■ **What to work on**:
Look in the data below for the line that contains "order[i] = i". Copy that line and the remaining lines exactly.

■ **Data for analysis**:

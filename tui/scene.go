package tui

import (
	"math"
	"sort"

	"isofield/interp"
	"isofield/survey/analysis"
	"isofield/survey/criteria"
	"isofield/survey/pipeline"
	"isofield/survey/qa"
	"isofield/tui/mapview"
)

// scene is what the UI shows of one pipeline result, derived once when the
// result arrives: map data, zones, legend and the readings' marks.
type scene struct {
	res       *pipeline.Result
	data      *mapview.Data
	unit      string
	zones     []zoneInfo
	zoneOf    []int32 // per grid node: index into zones, -1 outside
	criterion string
	cautions  []string
	notes     []string
	threshold float64 // field threshold in unit per metre (0: none)
	near      *analysis.NearIndex
	stats     readingStats // for the status line and the readings table
	stepLimit float64      // tolerable step voltage in unit (0: none)

	// How the screen shows potentials (legend, readout, profile, the
	// table's corrected values), fields and step voltages: one unit
	// each, chosen from the scene's range (displayUnit).
	vUnit, eUnit, stepUnit dispUnit
}

// zoneInfo is one flagged zone, ranked by severity (rank 1 first).
type zoneInfo struct {
	Rank         int
	Label        string  // what the flag means (from the analysis)
	Unit         string  // unit of Peak
	Area         float64 // m²
	CX, CY       float64 // centroid
	PeakX, PeakY float64
	Peak         float64
	Nodes        int
	disp         dispUnit // how Peak is shown
}

// shownPeak is the zone's peak with its unit, as the screen shows it.
func (z zoneInfo) shownPeak() string {
	if z.disp.name == "" { // not chosen (zones made by hand)
		return num(z.Peak) + " " + z.Unit
	}
	return z.disp.with(z.Peak)
}

// newScene derives a scene from res. cfg is the configuration that made
// it. The analysis supplies bands, zones, suggestions and the criterion;
// without one (hand-made results in tests) the scene derives bands and
// field zones itself.
func newScene(res *pipeline.Result, cfg pipeline.Config) *scene {
	sc := &scene{res: res, unit: res.Survey.Unit.String(), threshold: cfg.Criteria.FieldThreshold, notes: res.Notes}
	g := res.Grid
	field := mapview.NiceBands(0, mapview.FieldMax(g), 0)
	field.Scale = mapview.Sequential
	pts := readingPoints(res)
	var pot mapview.Bands
	var flagged []bool
	if a := res.Analysis; a != nil {
		pot = mapview.NiceBands(a.Min, a.Max, a.Interval)
		flagged = a.Flagged
		sc.zones, sc.zoneOf = zonesFrom(a)
		sc.threshold = a.FieldThreshold
		for _, s := range a.Suggestions {
			pts = append(pts, mapview.Point{X: s.X, Y: s.Y, Kind: mapview.KindSuggestion})
		}
		if a.Criterion != nil {
			sc.cautions = a.Criterion.Cautions
			if a.Criterion.Step {
				sc.stepLimit = a.Criterion.StepLimit
			}
		}
		sc.notes = append(append([]string(nil), sc.notes...), a.Notes...)
	} else {
		lo, hi := mapview.Range(g)
		pot = mapview.NiceBands(lo, hi, cfg.Interval)
		flagged = fieldFlags(g, sc.threshold)
		sc.zones, sc.zoneOf = findZones(g, flagged)
	}
	if len(sc.cautions) == 0 {
		sc.cautions = criteria.Cautions(cfg.Criteria.Name())
	}
	sc.data = mapview.NewData(g, pot, field, flagged, pts)
	sc.near = readingIndex(res.Survey.Readings)
	sc.stats = measureReadings(res)
	sc.chooseUnits(pot, field)
	if a := res.Analysis; a != nil {
		sc.criterion = criterionOf(a.Criterion, sc.threshold, sc.unit, sc.eUnit)
	} else {
		sc.criterion = criterionText(cfg, sc.eUnit)
	}
	return sc
}

// chooseUnits picks the display units: potentials from the bands and the
// corrected readings (so that the readout, the legend and the table
// agree), fields from their bands and the threshold, step voltages from
// the tolerable one, and each zone's peak from the peaks of its kind.
func (sc *scene) chooseUnits(pot, field mapview.Bands) {
	lo, hi := sc.stats.corrLo, sc.stats.corrHi
	if n := len(pot.Edges); n > 0 {
		lo, hi = min(lo, pot.Edges[0]), max(hi, pot.Edges[n-1])
	}
	sc.vUnit = displayUnit(sc.unit, lo, hi)
	fmax := sc.threshold
	if n := len(field.Edges); n > 0 {
		fmax = max(fmax, field.Edges[n-1])
	}
	sc.eUnit = displayUnit(sc.unit+"/m", 0, fmax)
	sc.stepUnit = sc.vUnit
	if sc.stepLimit > 0 {
		sc.stepUnit = displayUnit(sc.unit, sc.stepLimit, sc.stepLimit)
	}
	sc.stats = sc.stats.withUnits(sc.stats.origUnit, sc.vUnit)
	peak := map[string]float64{}
	for i := range sc.zones {
		if sc.zones[i].Unit == "" {
			sc.zones[i].Unit = sc.unit + "/m"
		}
		u := sc.zones[i].Unit
		peak[u] = max(peak[u], math.Abs(sc.zones[i].Peak))
	}
	for i := range sc.zones {
		switch u := sc.zones[i].Unit; u {
		case sc.unit:
			sc.zones[i].disp = displayUnit(u, 0, max(peak[u], hi, -lo))
		case sc.unit + "/m":
			sc.zones[i].disp = displayUnit(u, 0, max(peak[u], fmax))
		default:
			sc.zones[i].disp = displayUnit(u, 0, peak[u])
		}
	}
}

// zonesFrom converts the analysis' ranked zones.
func zonesFrom(a *analysis.Result) ([]zoneInfo, []int32) {
	zs := make([]zoneInfo, len(a.Zones))
	for i, z := range a.Zones {
		zs[i] = zoneInfo{Rank: z.Rank, Label: z.Label, Unit: z.Unit, Area: z.AreaM2,
			CX: z.CentroidX, CY: z.CentroidY, PeakX: z.PeakX, PeakY: z.PeakY, Peak: z.Peak, Nodes: z.Nodes}
	}
	if a.NodeZone == nil {
		return zs, nil
	}
	of := make([]int32, len(a.NodeZone))
	for k, z := range a.NodeZone {
		of[k] = int32(z)
	}
	return zs, of
}

// readingPoints returns the map marks of the readings by QA status.
func readingPoints(res *pipeline.Result) []mapview.Point {
	s := res.Survey
	pts := make([]mapview.Point, 0, len(s.Readings))
	for i, r := range s.Readings {
		k := mapview.KindReading
		if res.QA != nil && i < len(res.QA.Status) {
			switch res.QA.Status[i] {
			case qa.Suspect:
				k = mapview.KindSuspect
			case qa.Excluded:
				k = mapview.KindExcluded
			}
		}
		pts = append(pts, mapview.Point{X: r.X, Y: r.Y, Kind: k})
	}
	return pts
}

// fieldFlags marks unmasked nodes whose |∇V| reaches t (none when t ≤ 0).
func fieldFlags(g *interp.Grid, t float64) []bool {
	if g == nil || !(t > 0) {
		return nil
	}
	f := make([]bool, g.Len())
	for k := range f {
		f[k] = !g.Mask[k] && math.Hypot(g.GX[k], g.GY[k]) >= t
	}
	return f
}

// findZones groups flagged nodes into 8-connected zones ranked by their
// peak field.
func findZones(g *interp.Grid, flagged []bool) ([]zoneInfo, []int32) {
	if g == nil || flagged == nil {
		return nil, nil
	}
	of := make([]int32, g.Len())
	for k := range of {
		of[k] = -1
	}
	var zones []zoneInfo
	stack := make([]int, 0, 64)
	for k0, f := range flagged {
		if !f || of[k0] >= 0 {
			continue
		}
		id := int32(len(zones))
		z := zoneInfo{}
		stack = append(stack[:0], k0)
		of[k0] = id
		for len(stack) > 0 {
			k := stack[len(stack)-1]
			stack = stack[:len(stack)-1]
			z.add(g, k)
			stack = pushNeighbours(g, flagged, of, id, k, stack)
		}
		z.CX /= float64(z.Nodes)
		z.CY /= float64(z.Nodes)
		zones = append(zones, z)
	}
	return rankZones(zones, of)
}

func (z *zoneInfo) add(g *interp.Grid, k int) {
	x, y := g.Node(k%g.NX, k/g.NX)
	z.Nodes++
	z.Area += g.DX * g.DY
	z.CX += x
	z.CY += y
	if m := math.Hypot(g.GX[k], g.GY[k]); m > z.Peak {
		z.Peak, z.PeakX, z.PeakY = m, x, y
	}
}

func pushNeighbours(g *interp.Grid, flagged []bool, of []int32, id int32, k int, stack []int) []int {
	i, j := k%g.NX, k/g.NX
	for dj := -1; dj <= 1; dj++ {
		for di := -1; di <= 1; di++ {
			ni, nj := i+di, j+dj
			if ni < 0 || nj < 0 || ni >= g.NX || nj >= g.NY {
				continue
			}
			if n := g.Index(ni, nj); flagged[n] && of[n] < 0 {
				of[n] = id
				stack = append(stack, n)
			}
		}
	}
	return stack
}

// rankZones orders zones by peak (largest first), renumbers the node map
// and sets ranks.
func rankZones(zones []zoneInfo, of []int32) ([]zoneInfo, []int32) {
	order := make([]int, len(zones))
	for i := range order {
		order[i] = i
	}
	sort.SliceStable(order, func(a, b int) bool { return zones[order[a]].Peak > zones[order[b]].Peak })
	newID := make([]int32, len(zones))
	out := make([]zoneInfo, len(zones))
	for r, old := range order {
		newID[old] = int32(r)
		out[r] = zones[old]
		out[r].Rank = r + 1
	}
	for k, z := range of {
		if z >= 0 {
			of[k] = newID[z]
		}
	}
	return out, of
}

■ **Written solution**:
		order[i] = i
	}
	sort.SliceStable(order, func(a, b int) bool { return zones[order[a]].Peak > zones[order[b]].Peak })
	newID := make([]int32, len(zones))
	out := make([]zoneInfo, len(zones))
	for r, old := range order {
		newID[old] = int32(r)
		out[r] = zones[old]
		out[r].Rank = r + 1
	}
	for k, z := range of {
		if z >= 0 {
			of[k] = newID[z]
		}
	}
	return out, of
}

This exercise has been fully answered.